#  > > >  >  > Форум >  > > >  >  > Общение >  > > >  >  > Вопросы по буддизму >  > > >  >  >  Нагпа

## Инга Че

В субботу на лекции услыхала что нагпа это буддист по-тибетки (внутреннее существо). Сразу не обратила внимания. Сегодня вспомнила, что раньше говорили , что нагпа это йогин. Может это одно итоже? Или нет?
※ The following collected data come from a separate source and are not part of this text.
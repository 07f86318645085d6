import { chakra, Flex } from '@chakra-ui/react';
import { ROUTE_KIND_LABELS } from '@proofplate/recipe-model';
import { useState } from 'react';
import { ButtonLink } from '../../../components/button';
import { Checkbox } from '../../../components/facets';
import { Panel } from '../../../components/page';
import { StateMark } from '../../../components/state-mark';
import { TextLink } from '../../../components/text-link';
import { formatDate } from '../../../lib/format';
import { paths } from '../../../lib/paths';
import { useSession } from '../../../lib/session';
import type { Recipe, RevisionBrief } from '../recipes.api';
import { markOf, revisionName } from '../revision-words';
import { signatureCaption } from '../signature-words';

const MOST_COMPARED = 4;

/** Every revision with its state and its reason, newest first; two to four of them are compared. */
export function RevisionLadder({ recipe }: { recipe: Recipe }) {
  const [chosen, setChosen] = useState<readonly string[]>(() => firstPair(recipe));
  const { revisions, code } = recipe;
  const handleChoose = (id: string, isOn: boolean) => setChosen(isOn ? [...chosen, id] : chosen.filter((own) => own !== id));
  const inOrder = revisions.filter(({ id }) => chosen.includes(id)).toReversed();
  return (
    <Panel aria-labelledby="ladder-title" px="5" py="4">
      <Flex justify="space-between" align="center" gap="3" wrap="wrap">
        <h2 id="ladder-title">Revisions</h2>
        {revisions.length > 1 &&
          (chosen.length >= 2 ? (
            <ButtonLink to={`${paths.compareRevisions(code)}?ids=${inOrder.map(({ id }) => id).join(',')}`}>
              Compare {chosen.length}
            </ButtonLink>
          ) : (
            <chakra.span fontSize="sm" color="fg.muted">
              Tick two to four to compare them
            </chakra.span>
          ))}
      </Flex>
      <chakra.ol mt="2">
        {revisions.map((revision) => (
          <Rung
            key={revision.id}
            code={code}
            revision={revision}
            hasChoice={revisions.length > 1}
            isChosen={chosen.includes(revision.id)}
            isFull={chosen.length >= MOST_COMPARED}
            onChoose={(isOn) => handleChoose(revision.id, isOn)}
          />
        ))}
      </chakra.ol>
    </Panel>
  );
}

type RungProps = {
  code: string;
  revision: RevisionBrief;
  hasChoice: boolean;
  isChosen: boolean;
  isFull: boolean;
  onChoose: (isOn: boolean) => void;
};

function Rung({ code, revision, hasChoice, isChosen, isFull, onChoose }: RungProps) {
  const { shop } = useSession();
  const name = revisionName(revision);
  const last = revision.signOffs.at(-1);
  return (
    <chakra.li
      display="grid"
      gridTemplateColumns={hasChoice ? '44px minmax(0, 1fr)' : 'minmax(0, 1fr)'}
      borderTop="hairline"
      _first={{ borderTop: 'none' }}
      py="2"
    >
      {hasChoice && (
        <chakra.label htmlFor={`compare-${revision.id}`} display="grid" minHeight="44px" alignContent="start" pt="3px" cursor="pointer">
          <chakra.span srOnly>Compare {name.toLowerCase()}</chakra.span>
          <Checkbox
            id={`compare-${revision.id}`}
            checked={isChosen}
            disabled={isFull && !isChosen}
            onChange={(event) => onChoose(event.currentTarget.checked)}
          />
        </chakra.label>
      )}
      <div>
        <Flex justify="space-between" gap="3" wrap="wrap">
          <TextLink to={paths.recipeRevision(code, revision.id)} fontWeight="semibold">
            {name}
          </TextLink>
          <StateMark state={markOf(revision)} />
        </Flex>
        <chakra.p overflowWrap="anywhere">
          {revision.reason === '' ? <chakra.span color="fg.muted">no reason written yet</chakra.span> : revision.reason}
        </chakra.p>
        <chakra.p fontSize="sm" lineHeight="sm" color="fg.muted">
          {revision.route !== 'coupons' && (
            <chakra.b color="straw.fg">{ROUTE_KIND_LABELS[revision.route]}, not proved on coupons. </chakra.b>
          )}
          {last === undefined
            ? `Begun by ${revision.author.name}, ${formatDate(revision.createdAt, shop.timeZone)}`
            : `${last.printedName}: ${lowerFirst(signatureCaption(last, shop.timeZone))}`}
          {last !== undefined && last.comment !== '' && <chakra.span color="fg">. “{last.comment}”</chakra.span>}
          {revision.state === 'scheduled' &&
            revision.effectiveFrom !== null &&
            `. Takes effect ${formatDate(revision.effectiveFrom, shop.timeZone)}`}
        </chakra.p>
      </div>
    </chakra.li>
  );
}

/** What most people want to see side by side: the approved setting and the newest one beside it. */
function firstPair({ revisions, current }: Recipe): readonly string[] {
  const other = revisions.find(({ id }) => id !== current?.id);
  return current === null || other === undefined ? [] : [current.id, other.id];
}

const lowerFirst = (words: string) => words.charAt(0).toLowerCase() + words.slice(1);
Напишите пожалста это тибетскими буквами.

----------


## Аше

nang pa - букв. внутренний, в переносном смысле буддист.
sngags pa - букв. мантрин, что, грубо говоря, можно назвать и йогин, подразумевая, что это практикующий йогу пути тайной мантры.
rnal 'byor pa - букв. йогин.

----------

Владимир Николаевич (15.02.2017), Вольдемар (15.02.2017), Инга Че (15.02.2017), Пема Ванчук (15.02.2017), Цхултрим Тращи (16.02.2017)

----------


## Инга Че

> nang pa - букв. внутренний, в переносном смысле буддист.
> sngags pa - букв. мантрин, что, грубо говоря, можно назвать и йогин, подразумевая, что это практикующий йогу пути тайной мантры.
> rnal 'byor pa - букв. йогин.


А тибетскими буквами, плиииииzzzzz

----------


## Аше

На будущее, конвертер с вайли на тибетский и обратно:
http://www.thlib.org/reference/trans...yconverter.php

ནང་པ་
སྔགས་པ་
རྣལ་འབྱོར་པ་

----------

Владимир Николаевич (15.02.2017), Инга Че (15.02.2017)

----------


## Инга Че

> На будущее, конвертер с вайли на тибетский и обратно:
> http://www.thlib.org/reference/trans...yconverter.php
> 
> ནང་པ་
> སྔགས་པ་
> རྣལ་འབྱོར་པ་


Спасибооооо!

----------